═════ Data supplied ═════

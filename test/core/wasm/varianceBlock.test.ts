/**
 * The WASM variance block against the JS kernel structuredVarianceBlock (same operations in the
 * same order, so equal bit for bit; the brief's bar is relative 1e-13), split-vs-whole bit
 * equality, the resident-factor cache, memory growth, clamping and the fallback path. The check
 * against scipy.linalg.solve_triangular is test/reference/wasm.test.ts.
 */
import { afterEach, describe, expect, it } from 'vitest';
import { structuredVarianceBlock } from '../../../src/core/inverse/structured.ts';
import { cholesky } from '../../../src/core/linalg/cholesky.ts';
import type { Matrix } from '../../../src/core/linalg/matrix.ts';
import { disableWasmForTesting, wasmAvailable, wasmVarianceBlock } from '../../../src/core/wasm/varianceBlock.ts';
import { randomMatrix, randomSpd, relError, seededUniform } from '../linalg/helpers.ts';

function factor(m: number, seed: number): Matrix {
  const r = cholesky(randomSpd(m, seed));
  if (!r.ok) throw new Error('test matrix not SPD');
  return r.factor;
}

/** Prior variances spread over [0, M] so some cells clamp at 0 and others do not. */
function priorVariances(n: number, m: number, seed: number): Float64Array {
  const u = seededUniform(seed);
  return Float64Array.from({ length: n }, () => ((u() + 1) / 2) * m);
}

const bitsEqual = (a: Float64Array, b: Float64Array) => a.length === b.length && a.every((v, i) => Object.is(v, b[i]));

afterEach(() => disableWasmForTesting(false));

describe('wasmVarianceBlock', () => {
  it('SIMD WebAssembly is available in Node (else every test below only checks the fallback)', () => {
    expect(wasmAvailable()).toBe(true);
  });

  const cases: [number, number, number][] = [];
  for (const m of [1, 2, 3, 5, 17, 64, 400])
    for (const [c0, w] of [
      [0, 1],
      [3, 3],
      [1, 7],
      [5, 33],
    ] as const)
      cases.push([m, c0, w]);
  it.each(cases)('M = %d, columns [%d, +%d): equals the JS kernel bit for bit', (m, c0, w) => {
    const L = factor(m, 10 + m);
    const n = 41;
    const Bt = randomMatrix(m, n, 20 + m);
    const pv = priorVariances(n, m, 30 + m);
    const js = structuredVarianceBlock(L, Bt, pv, c0, c0 + w);
    const wasm = wasmVarianceBlock(L, Bt, pv, c0, c0 + w);
    expect(relError(wasm, js)).toBeLessThanOrEqual(1e-13);
    expect(bitsEqual(wasm, js)).toBe(true);
  });

  it('the test data exercise the clamp: some cells are 0, at least a quarter positive', () => {
    const m = 64;
    const n = 200;
    const v = wasmVarianceBlock(factor(m, 1), randomMatrix(m, n, 2), priorVariances(n, m, 3), 0, n);
    const zeros = v.filter((x) => x === 0).length;
    expect(zeros).toBeGreaterThan(0);
    expect(n - zeros).toBeGreaterThan(n / 4);
    expect(v.every((x) => x >= 0)).toBe(true);
  });

  it('split runs equal one run bit for bit (uneven block widths, M = 133)', () => {
    const m = 133;
    const n = 301;
    const L = factor(m, 4);
    const Bt = randomMatrix(m, n, 5);
    const pv = priorVariances(n, m, 6);
    const whole = wasmVarianceBlock(L, Bt, pv, 0, n);
    const split = new Float64Array(n);
    const u = seededUniform(7);
    for (let c0 = 0; c0 < n; ) {
      const c1 = Math.min(n, c0 + 1 + Math.floor((u() + 1) * 20));
      wasmVarianceBlock(L, Bt, pv, c0, c1, split.subarray(c0, c1));
      c0 = c1;
    }
    expect(bitsEqual(split, whole)).toBe(true);
  });

  it('a new factor (another L.data, same size) is packed again; a larger M grows the memory', () => {
    const n = 50;
    const pv = priorVariances(n, 300, 8);
    for (const [m, seed] of [
      [40, 1],
      [40, 2],
      [300, 3],
      [12, 4],
      [300, 3],
    ] as const) {
      const L = factor(m, seed);
      const Bt = randomMatrix(m, n, seed + 100);
      expect(bitsEqual(wasmVarianceBlock(L, Bt, pv, 2, 47), structuredVarianceBlock(L, Bt, pv, 2, 47))).toBe(true);
    }
  });

  it('a factor changed in place (same L.data, new values) is packed again', () => {
    const m = 21;
    const n = 30;
    const pv = priorVariances(n, m, 9);
    const Bt = randomMatrix(m, n, 10);
    const L = factor(m, 11);
    wasmVarianceBlock(L, Bt, pv, 0, n);
    L.data.set(factor(m, 12).data); // a re-factorisation into the same storage
    expect(bitsEqual(wasmVarianceBlock(L, Bt, pv, 0, n), structuredVarianceBlock(L, Bt, pv, 0, n))).toBe(true);
  });

  it('an empty block returns the given (empty) output', () => {
    const L = factor(5, 1);
    expect(wasmVarianceBlock(L, randomMatrix(5, 9, 1), new Float64Array(9), 4, 4).length).toBe(0);
  });

  it('falls back to the JS kernel when WebAssembly SIMD is unavailable', () => {
    disableWasmForTesting(true);
    expect(wasmAvailable()).toBe(false);
    const m = 9;
    const L = factor(m, 2);
    const Bt = randomMatrix(m, 20, 3);
    const pv = priorVariances(20, m, 4);
    expect(bitsEqual(wasmVarianceBlock(L, Bt, pv, 1, 18), structuredVarianceBlock(L, Bt, pv, 1, 18))).toBe(true);
    disableWasmForTesting(false);
    expect(wasmAvailable()).toBe(true);
  });

  it('falls back when the engine has no WebAssembly object at all', () => {
    const saved = globalThis.WebAssembly;
    disableWasmForTesting(false);
    try {
      // @ts-expect-error — simulate an engine without WebAssembly
      delete globalThis.WebAssembly;
      expect(wasmAvailable()).toBe(false);
    } finally {
      globalThis.WebAssembly = saved;
      disableWasmForTesting(false);
    }
    expect(wasmAvailable()).toBe(true);
  });
});
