/**
 * The Lanczos reorthogonalisation in WebAssembly (src/core/wasm/reorth.ts, ./wat/reorth.wat) against its
 * JavaScript twin (reorthogonaliseTwice in src/core/linalg/eigen.ts): lanczosExtremes gives the same bits either
 * way, on sizes that take every path of the kernel (several chunks of 2048 columns and a short last one, an odd
 * column count, a basis size that is not a multiple of four); and the basis it builds is orthonormal (checked
 * here directly, and the Ritz values against numpy in test/reference/linalg_eigen.test.ts).
 */
import { afterEach, describe, expect, it } from 'vitest';
import { lanczosExtremes } from '../../../src/core/linalg/eigen.ts';
import { forceWasmOffForTesting, simdSupported } from '../../../src/core/wasm/runtime.ts';
import { wasmReorthWorkspace } from '../../../src/core/wasm/reorth.ts';
import { seededVector } from '../fft/cases.ts';

afterEach(() => forceWasmOffForTesting(false));

/** A symmetric operator: a seeded diagonal plus a rank-one term (cheap, with well-spread eigenvalues). */
function operator(n: number): (x: Float64Array) => Float64Array {
  const d = seededVector(n, n);
  const u = seededVector(n, n + 1);
  const out = new Float64Array(n);
  return (x) => {
    let s = 0;
    for (let i = 0; i < n; i++) s += u[i]! * x[i]!;
    for (let i = 0; i < n; i++) out[i] = (2 + d[i]!) * x[i]! + 0.3 * s * u[i]!;
    return out;
  };
}

describe('Lanczos reorthogonalisation: WebAssembly and JavaScript give the same bits', () => {
  it.each([
    [5001, 11],
    [4096, 8],
    [7, 5],
    [2049, 6],
  ])('n = %i, %i steps', (n, steps) => {
    expect(simdSupported()).toBe(true);
    const wasm = lanczosExtremes(operator(n), n, { iterations: steps, seed: 3 });
    forceWasmOffForTesting(true);
    const js = lanczosExtremes(operator(n), n, { iterations: steps, seed: 3 });
    forceWasmOffForTesting(false);
    expect(Object.is(wasm.min, js.min) && Object.is(wasm.max, js.max)).toBe(true);
    expect(Object.is(wasm.minResidual, js.minResidual) && Object.is(wasm.maxResidual, js.maxResidual)).toBe(true);
    expect(wasm.iterations).toBe(js.iterations);
  });

  it('the workspace orthogonalises: after the two passes w is orthogonal to the basis to 1e-14', () => {
    const n = 5001;
    const k = 7;
    const ws = wasmReorthWorkspace(n, k + 1);
    expect(ws).not.toBeNull();
    try {
      // An orthonormal basis of k vectors (Gram–Schmidt in plain JavaScript), then a w with parts along all of them.
      for (let p = 0; p < k; p++) {
        const v = seededVector(n, 40 + p);
        for (let r = 0; r < p; r++) {
          let dot = 0;
          for (let i = 0; i < n; i++) dot += v[i]! * ws!.q[r * n + i]!;
          for (let i = 0; i < n; i++) v[i] = v[i]! - dot * ws!.q[r * n + i]!;
        }
        const norm = Math.hypot(...v);
        for (let i = 0; i < n; i++) ws!.q[p * n + i] = v[i]! / norm;
      }
      ws!.w.set(seededVector(n, 99));
      ws!.reorthogonaliseTwice(k);
      const wn = Math.hypot(...ws!.w);
      for (let p = 0; p < k; p++) {
        let dot = 0;
        for (let i = 0; i < n; i++) dot += ws!.w[i]! * ws!.q[p * n + i]!;
        expect(Math.abs(dot) / wn).toBeLessThan(1e-14);
      }
      // While it is held, a second workspace is refused (lanczosExtremes then runs in JavaScript).
      expect(wasmReorthWorkspace(10, 2)).toBeNull();
    } finally {
      ws?.release();
    }
    const again = wasmReorthWorkspace(10, 2);
    expect(again).not.toBeNull();
    again?.release();
  });
});
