/** Evidence map over (length, variance) of one term, 1-D profiles over ν and the nugget, and the type-II fit. */
import { useEffect, useMemo, useState, type KeyboardEvent } from 'react';
import { moveMapCursor } from './mapKeys.ts';
import { useWb } from '../context.ts';
import { freshness, freshnessText } from './slice.ts';
import { Plot } from '../Plot.tsx';
import { NumberField } from '../controls.tsx';
import { hyperParameters, termLength } from '../../core/tuning/index.ts';
import type { PriorSpec } from '../../core/prior/spec.ts';
import type { ProfileParameter } from '../../core/tuning/index.ts';
import { evidenceMapTraces, logValues, mapCellAt, mapCursorTrace, profileTraces } from './traces.ts';
import { fmt } from './candidates.ts';
import { parameterLabel, withUnit } from '../labels.ts';
import { Num, TaskStatusLine } from './common.tsx';
import type { MapSettings } from './slice.ts';
import { kernelTakes } from '../../core/kernels/table.ts';

/** Default ranges around the term: lengths ×1/5 … ×5, variances ×1/100 … ×100, 16 × 16. */
export function defaultMapSettings(prior: PriorSpec, term: number): MapSettings {
  const t = prior.terms[term] ?? prior.terms[0];
  const l = termLength(t);
  return { term, lengths: { min: l / 5, max: l * 5, count: 16 }, variances: { min: t.variance / 100, max: t.variance * 100, count: 16 } };
}

const positive = (name: string) => (v: number) => (v > 0 && Number.isFinite(v) ? null : `${name} must be a finite number > 0`);
const countCheck = (name: string) => (v: number) =>
  Number.isInteger(v) && v >= 1 && v <= 200 ? null : `${name} must be an integer from 1 to 200`;

function AxisFields({
  name,
  unit,
  axis,
  onChange,
  testId,
}: {
  name: string;
  unit: string;
  axis: { min: number; max: number; count: number };
  onChange: (a: { min: number; max: number; count: number }) => void;
  testId: string;
}) {
  return (
    <span className="sel-axis">
      <strong>{name}</strong>
      <NumberField
        label="from"
        value={axis.min}
        unit={unit}
        tip={`smallest ${name} (log-spaced axis)`}
        testId={`${testId}-min`}
        validate={positive(`${name} from`)}
        onCommit={(min) => onChange({ ...axis, min })}
      />
      <NumberField
        label="to"
        value={axis.max}
        unit={unit}
        tip={`largest ${name}`}
        testId={`${testId}-max`}
        validate={(v) => positive(`${name} to`)(v) ?? (v >= axis.min ? null : `${name} to must be ≥ from (${axis.min})`)}
        onCommit={(max) => onChange({ ...axis, max })}
      />
      <NumberField
        label="values"
        value={axis.count}
        unit=""
        tip="number of log-spaced values (resolution)"
        testId={`${testId}-count`}
        validate={countCheck(`${name} values`)}
        onCommit={(count) => onChange({ ...axis, count })}
      />
    </span>
  );
}
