test('a broken file shows the precise message and leaves the session exactly as it was', async ({ page }) => {
  const w = watch(page, ORIGIN);
  await open(page);
  await setLength(page, '3.5');
  const before = await state(page);
  const plotted = await traceValues(page, 'plot-posterior', 'posterior mean');
  const bad = join(dir, 'data-bad.csv');
  writeFileSync(bad, P.csv.replace(/\n([^\n]*),0\.22\n/, '\n$1,-0.22\n')); // datum 3 (line 4) gets sigma -0.22
  await loadPieces(page, bad);
  await expect(page.getByTestId('load-error')).toContainText('data-bad.csv: line 4, column 2 (sigma) must be > 0, got -0.22');
  // a problem file whose operator file has a broken Matrix Market banner
  const json = join(dir, 'p.json');
  const mtx = join(dir, 'Gbad.mtx');
  writeFileSync(mtx, '%%MatrixMarket matrix coordinate complex general\n1 1 1\n1 1 1 0\n');
  writeFileSync(
    json,
    JSON.stringify({
      kind: 'priorscope.problem',
      version: 1,
      grid: { shape: [1], spacing: [1] },
      operator: { file: 'Gbad.mtx' },
      data: { values: [1], sigma: [1] },
    }),
  );
  await page.getByTestId('load-files-input').setInputFiles([json, mtx]);
  await expect(page.getByTestId('load-error')).toContainText('Gbad.mtx: ');
  await expect(page.getByTestId('load-error')).toContainText('complex');
  const after = await state(page);
  expect(after).toEqual(before);
  expect(await traceValues(page, 'plot-posterior', 'posterior mean')).toEqual(plotted);
  expect(w.problems).toEqual([]);
  expect(w.foreign).toEqual([]);
});

test('the exported prior re-imports identically; undo and redo (buttons and keys) step through edits, a slider drag is one step', async ({
  page,
}) => {
  const w = watch(page, ORIGIN);
  const start = await open(page);
  const edited = await setLength(page, '4.25');
  await page.getByTestId('export-menu').click();
  const [dl] = await Promise.all([page.waitForEvent('download'), page.getByTestId('export-prior').click()]);
  const file = await dl.path();
  expect(parsePriorFile('prior.json', readFileSync(file)).prior).toEqual(edited.prior);
  await setLength(page, '1.5');
  await page.getByTestId('import-prior-input').setInputFiles(file);
  await expect.poll(async () => (await state(page)).prior).toEqual(edited.prior);

  // undo the import, then the 1.5, then the 4.25 edit: back at the start
  await page.getByTestId('undo').click();
  await expect.poll(async () => (await state(page)).prior.terms[0].length).toBe(1.5);
  await page.locator('body').press('Control+z');
  await expect.poll(async () => (await state(page)).prior.terms[0].length).toBe(4.25);
  await page.locator('body').press('Control+z');
  await expect.poll(async () => (await state(page)).prior).toEqual(start.prior);
  await expect(page.getByTestId('undo')).toBeDisabled();
  await page.locator('body').press('Control+Shift+z');
  await expect.poll(async () => (await state(page)).prior.terms[0].length).toBe(4.25);
  await page.getByTestId('redo').click();
  await expect.poll(async () => (await state(page)).prior.terms[0].length).toBe(1.5);

  // a drag of the variance slider (many edits of one field) undoes in one step
  const beforeDrag = (await settle(page)).prior;
  const slider = page.getByTestId('term-0-variance-slider');
  await slider.focus();
  for (let k = 0; k < 12; k++) await slider.press('ArrowRight');
  await expect.poll(async () => (await state(page)).prior.terms[0].variance).not.toBe(beforeDrag.terms[0].variance);
  await page.getByTestId('undo').click();
  await expect.poll(async () => (await state(page)).prior).toEqual(beforeDrag);
  await settle(page);
  expect(w.problems).toEqual([]);
});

═════

Exercise directions
In the entries above, the lines between the one holding "const plotted = await" and the one holding "await setLength(page, '1.5');", inclusive, are to be printed exactly as written, and those alone.

Reply
  const plotted = await traceValues(page, 'plot-posterior', 'posterior mean');
  const bad = join(dir, 'data-bad.csv');
  writeFileSync(bad, P.csv.replace(/\n([^\n]*),0\.22\n/, '\n$1,-0.22\n')); // datum 3 (line 4) gets sigma -0.22
  await loadPieces(page, bad);
  await expect(page.getByTestId('load-error')).toContainText('data-bad.csv: line 4, column 2 (sigma) must be > 0, got -0.22');
  // a problem file whose operator file has a broken Matrix Market banner
  const json = join(dir, 'p.json');
  const mtx = join(dir, 'Gbad.mtx');
  writeFileSync(mtx, '%%MatrixMarket matrix coordinate complex general\n1 1 1\n1 1 1 0\n');
  writeFileSync(
    json,
    JSON.stringify({
      kind: 'priorscope.problem',
      version: 1,
      grid: { shape: [1], spacing: [1] },
      operator: { file: 'Gbad.mtx' },
      data: { values: [1], sigma: [1] },
    }),
  );
  await page.getByTestId('load-files-input').setInputFiles([json, mtx]);
  await expect(page.getByTestId('load-error')).toContainText('Gbad.mtx: ');
  await expect(page.getByTestId('load-error')).toContainText('complex');
  const after = await state(page);
  expect(after).toEqual(before);
  expect(await traceValues(page, 'plot-posterior', 'posterior mean')).toEqual(plotted);
  expect(w.problems).toEqual([]);
  expect(w.foreign).toEqual([]);
});

test('the exported prior re-imports identically; undo and redo (buttons and keys) step through edits, a slider drag is one step', async ({
  page,
}) => {
  const w = watch(page, ORIGIN);
  const start = await open(page);
  const edited = await setLength(page, '4.25');
  await page.getByTestId('export-menu').click();
  const [dl] = await Promise.all([page.waitForEvent('download'), page.getByTestId('export-prior').click()]);
  const file = await dl.path();
  expect(parsePriorFile('prior.json', readFileSync(file)).prior).toEqual(edited.prior);
  await setLength(page, '1.5');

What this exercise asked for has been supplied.